> **What is being asked**
Repeat verbatim, and only, the lines of the data below, beginning at the line that contains "for the person" and stopping after the line that contains "a version back".

> **Data shown**
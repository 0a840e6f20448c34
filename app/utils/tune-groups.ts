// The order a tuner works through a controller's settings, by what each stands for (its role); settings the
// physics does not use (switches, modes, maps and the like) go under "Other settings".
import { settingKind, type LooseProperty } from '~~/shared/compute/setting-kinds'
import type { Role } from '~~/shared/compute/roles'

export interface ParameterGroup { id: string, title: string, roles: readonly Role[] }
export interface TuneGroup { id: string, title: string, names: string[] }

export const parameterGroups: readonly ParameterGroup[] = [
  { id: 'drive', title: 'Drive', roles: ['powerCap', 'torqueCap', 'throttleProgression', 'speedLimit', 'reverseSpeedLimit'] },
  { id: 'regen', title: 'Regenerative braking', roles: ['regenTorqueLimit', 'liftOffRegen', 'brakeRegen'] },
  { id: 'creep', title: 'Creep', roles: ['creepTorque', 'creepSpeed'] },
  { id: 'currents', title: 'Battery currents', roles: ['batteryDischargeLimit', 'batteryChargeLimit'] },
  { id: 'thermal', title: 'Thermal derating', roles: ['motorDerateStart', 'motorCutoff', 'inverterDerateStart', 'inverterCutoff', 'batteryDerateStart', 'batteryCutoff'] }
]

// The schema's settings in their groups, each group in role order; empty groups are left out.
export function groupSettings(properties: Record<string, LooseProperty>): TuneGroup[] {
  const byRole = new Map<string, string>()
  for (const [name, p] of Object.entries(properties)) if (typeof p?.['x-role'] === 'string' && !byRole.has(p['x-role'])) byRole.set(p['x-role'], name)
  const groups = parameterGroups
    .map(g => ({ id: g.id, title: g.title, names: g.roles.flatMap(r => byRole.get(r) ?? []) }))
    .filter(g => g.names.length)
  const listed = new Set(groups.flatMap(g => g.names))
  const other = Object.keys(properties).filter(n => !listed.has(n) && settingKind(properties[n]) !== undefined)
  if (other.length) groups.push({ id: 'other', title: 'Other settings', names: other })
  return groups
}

* * *

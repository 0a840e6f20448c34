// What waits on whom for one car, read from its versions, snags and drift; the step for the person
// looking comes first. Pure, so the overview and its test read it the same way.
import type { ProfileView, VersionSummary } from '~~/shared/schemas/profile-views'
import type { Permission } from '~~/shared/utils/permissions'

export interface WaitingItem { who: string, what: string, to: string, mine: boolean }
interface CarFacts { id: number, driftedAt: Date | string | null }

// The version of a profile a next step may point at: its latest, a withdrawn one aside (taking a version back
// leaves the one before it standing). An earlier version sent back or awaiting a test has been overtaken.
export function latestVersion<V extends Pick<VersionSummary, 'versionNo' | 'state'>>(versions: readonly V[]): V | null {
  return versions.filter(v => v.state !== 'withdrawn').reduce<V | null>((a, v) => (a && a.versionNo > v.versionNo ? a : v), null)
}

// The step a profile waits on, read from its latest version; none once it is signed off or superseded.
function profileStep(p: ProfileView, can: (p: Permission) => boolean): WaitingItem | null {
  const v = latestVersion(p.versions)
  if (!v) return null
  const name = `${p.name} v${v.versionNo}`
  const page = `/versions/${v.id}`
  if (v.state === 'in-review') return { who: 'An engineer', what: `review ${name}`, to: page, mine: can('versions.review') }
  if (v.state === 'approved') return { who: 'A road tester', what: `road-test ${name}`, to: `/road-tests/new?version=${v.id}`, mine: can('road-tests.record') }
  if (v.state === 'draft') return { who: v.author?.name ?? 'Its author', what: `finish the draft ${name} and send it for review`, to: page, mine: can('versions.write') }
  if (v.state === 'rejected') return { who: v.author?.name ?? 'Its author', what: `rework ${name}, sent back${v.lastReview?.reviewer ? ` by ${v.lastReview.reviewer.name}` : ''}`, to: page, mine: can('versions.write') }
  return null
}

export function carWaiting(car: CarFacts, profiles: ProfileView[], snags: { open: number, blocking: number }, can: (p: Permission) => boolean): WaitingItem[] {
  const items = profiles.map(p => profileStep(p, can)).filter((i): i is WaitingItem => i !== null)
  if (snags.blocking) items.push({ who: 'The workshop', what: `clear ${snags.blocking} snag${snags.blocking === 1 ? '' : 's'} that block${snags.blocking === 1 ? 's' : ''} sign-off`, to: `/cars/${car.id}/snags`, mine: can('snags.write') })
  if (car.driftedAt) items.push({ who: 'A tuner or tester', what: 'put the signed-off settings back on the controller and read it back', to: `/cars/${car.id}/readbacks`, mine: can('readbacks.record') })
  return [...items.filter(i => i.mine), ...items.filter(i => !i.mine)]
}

> **Worked solution**
// What waits on whom for one car, read from its versions, snags and drift; the step for the person
// looking comes first. Pure, so the overview and its test read it the same way.
import type { ProfileView, VersionSummary } from '~~/shared/schemas/profile-views'
import type { Permission } from '~~/shared/utils/permissions'

export interface WaitingItem { who: string, what: string, to: string, mine: boolean }
interface CarFacts { id: number, driftedAt: Date | string | null }

// The version of a profile a next step may point at: its latest, a withdrawn one aside (taking a version back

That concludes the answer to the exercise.